6. Examination and Analysis of evidence: Data of significance is not available easily. Evidence is left behind in unallocated space left behind by deleted files, hidden partitions, slack spaces, and even registry entries are capable of hiding large quantities of data. Steganography can hide documents inside of an image or music file. It is up to the investigator to determine what constitutes evidence and what constitutes clutter. A variety of tools exists that assist in identifying and locating specific types of files. The technique is critical as the selection of the tool. For example, when searching an email archive for messages related to a specific case, string searches can bring up all those that contain specific keywords. A lot of data is created unintentionally which has to be analyzed as they may provide significant information.

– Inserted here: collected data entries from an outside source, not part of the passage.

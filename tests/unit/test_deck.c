/* SPDX-License-Identifier: BSD-3-Clause */
/* test_deck.c - unit tests of the deck reader: dialect, includes, libraries, safety, errors, hierarchy. */
#include <stdbool.h>
#include <stdio.h>
#include <stdlib.h>
#include <string.h>
#include <sys/stat.h>
#include <time.h>
#include <unistd.h>
#include "check.h"
#include "schrot/buf.h"
#include "schrot/deck.h"

#define INLINE_NAME "data/deck/inline.cir"

static struct sch_diag diag;

/* Every index the deck stores is valid, and cards point back at their elements. */
static void assert_sane_deck(const struct sch_deck *deck)
{
	CHECK(deck->title != NULL);
	for (size_t i = 0; i < deck->n_cards; i++) {
		const struct sch_card *c = &deck->cards[i];
		CHECK(c->text && c->file && c->line >= 1);
		CHECK(c->subckt >= -1 && c->subckt < (int)deck->n_subckts);
		CHECK(c->element >= -1 && c->element < (int)deck->n_elements);
		CHECK((c->element >= 0) == (c->keyword == NULL));
		if (c->element >= 0)
			CHECK(deck->elements[c->element].card == (int)i);
	}
	for (size_t i = 0; i < deck->n_elements; i++) {
		const struct sch_element *e = &deck->elements[i];
		CHECK(e->name && e->letter == e->name[0] && e->n_tok >= 0);
		CHECK(e->card >= 0 && e->card < (int)deck->n_cards);
		CHECK(e->subckt == deck->cards[e->card].subckt);
	}
	for (size_t i = 0; i < deck->n_subckts; i++) {
		const struct sch_subckt *s = &deck->subckts[i];
		CHECK(s->card_begin >= 0 && s->card_begin < s->card_end && s->card_end < (int)deck->n_cards);
		CHECK(s->parent >= -1 && s->parent < (int)i);
		CHECK(s->params != NULL);
	}
	for (size_t i = 0; i < deck->n_models; i++)
		CHECK(deck->models[i].card >= 0 && deck->models[i].card < (int)deck->n_cards);
	CHECK(deck->n_files >= 1);
}

static enum sch_err load_text(struct sch_deck *deck, const char *text)
{
	sch_deck_init(deck);
	sch_diag_init(&diag, NULL, 0);
	return sch_deck_load_text(deck, INLINE_NAME, text, strlen(text), &diag);
}

/* Loads text expecting SCH_ERR_INPUT with exactly this first error. */
static void expect_error(const char *text, const char *message)
{
	struct sch_deck deck;

	CHECK(load_text(&deck, text) == SCH_ERR_INPUT);
	CHECK_STR(diag.first_error, message);
	sch_deck_release(&deck);
}

static const struct sch_element *element(const struct sch_deck *deck, const char *name)
{
	for (size_t i = 0; i < deck->n_elements; i++)
		if (strcmp(deck->elements[i].name, name) == 0)
			return &deck->elements[i];
	return NULL;
}

static const char *card_of(const struct sch_deck *deck, const char *name)
{
	const struct sch_element *e = element(deck, name);
	return e ? deck->cards[e->card].text : NULL;
}

/* ---- dialect ------------------------------------------------------------------------------ */

static void test_deck__joins_plus_continuation_lines(void)
{
	struct sch_deck deck;

	CHECK(load_text(&deck, "picoammeter input\n"
				"rin in\n"
				"* a comment line between continuation lines\n"
				"\n"
				"+ guard\n"
				"+   100MEG ; inline comment on a continuation\n"
				"cin guard 0 1p\n") == SCH_OK);
	assert_sane_deck(&deck);
	CHECK(deck.n_elements == 2);
	CHECK_STR(card_of(&deck, "rin"), "rin in guard 100MEG");
	CHECK(deck.cards[0].line == 2);
	CHECK(deck.cards[1].line == 7);
	CHECK(element(&deck, "rin")->n_tok == 3);
	sch_deck_release(&deck);
}

static void test_deck__drops_star_comment_lines(void)
{
	struct sch_deck deck;

	CHECK(load_text(&deck, "turbidity sensor\n* comment\n   * indented comment\nr1 a 0 1k\n") == SCH_OK);
	CHECK(deck.n_cards == 1);
	CHECK(deck.cards[0].line == 4);
	sch_deck_release(&deck);
}

static void test_deck__strips_semicolon_and_dollar_comments(void)
{
	struct sch_deck deck;

	CHECK(load_text(&deck, "hydrophone preamp\n"
				"r1 a b 4.7k ; bias resistor\n"
				"r2 b 0 10k $ to ground\n"
				"r3 b$x 0 1k\n"
				"; a whole-line semicolon comment\n"
				"c1 a 0 10n\n") == SCH_OK);
	CHECK_STR(card_of(&deck, "r1"), "r1 a b 4.7k");
	CHECK_STR(card_of(&deck, "r2"), "r2 b 0 10k");
	CHECK_STR(card_of(&deck, "r3"), "r3 b$x 0 1k");
	CHECK(deck.n_cards == 4);
	sch_deck_release(&deck);
}

static void test_deck__comment_only_line_does_not_end_a_card(void)
{
	struct sch_deck deck;

	CHECK(load_text(&deck, "t\nr1 a\n; note\n+ b 1k\n") == SCH_OK);
	CHECK_STR(card_of(&deck, "r1"), "r1 a b 1k");
	sch_deck_release(&deck);
}

static void test_deck__title_is_never_a_card(void)
{
	struct sch_deck deck;

	CHECK(load_text(&deck, "r1 a b 1k\nr2 a b 2k\n") == SCH_OK);
	CHECK_STR(deck.title, "r1 a b 1k");
	CHECK(deck.n_elements == 1);
	CHECK_STR(deck.elements[0].name, "r2");
	sch_deck_release(&deck);
}

static void test_deck__lowercases_tokens_and_keeps_card_text(void)
{
	struct sch_deck deck;
	const struct sch_element *e;

	CHECK(load_text(&deck, "Case\r\nRLoad OUT Gnd 10K\r\n") == SCH_OK);
	CHECK_STR(deck.title, "Case");
	e = element(&deck, "rload");
	CHECK(e && e->letter == 'r' && e->n_tok == 3);
	if (e) {
		CHECK_STR(e->tok[0], "out");
		CHECK_STR(e->tok[1], "gnd");
		CHECK_STR(e->tok[2], "10k");
	}
	CHECK_STR(deck.cards[0].text, "RLoad OUT Gnd 10K");
	sch_deck_release(&deck);
}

7. Report Generation: Finally, at the end of a successful forensic investigation, a report is generated that describes the case in detail, contains the list of the pieces of evidence that lead to the report, the chain of custody, and the all other details that might be of importance the particular case. This report is submissive in the court of law.

Final Words…

Please keep in mind that the information provided in this blog is 100% authentic and is used in real-life forensics investigations. This was all about the basic post on cyber forensics. I will be coming up with another blog that will contain all the nitty-gritty details of the investigatory process that I have mentioned here. Till then, I wish you a very safe and secure journey on the Internet!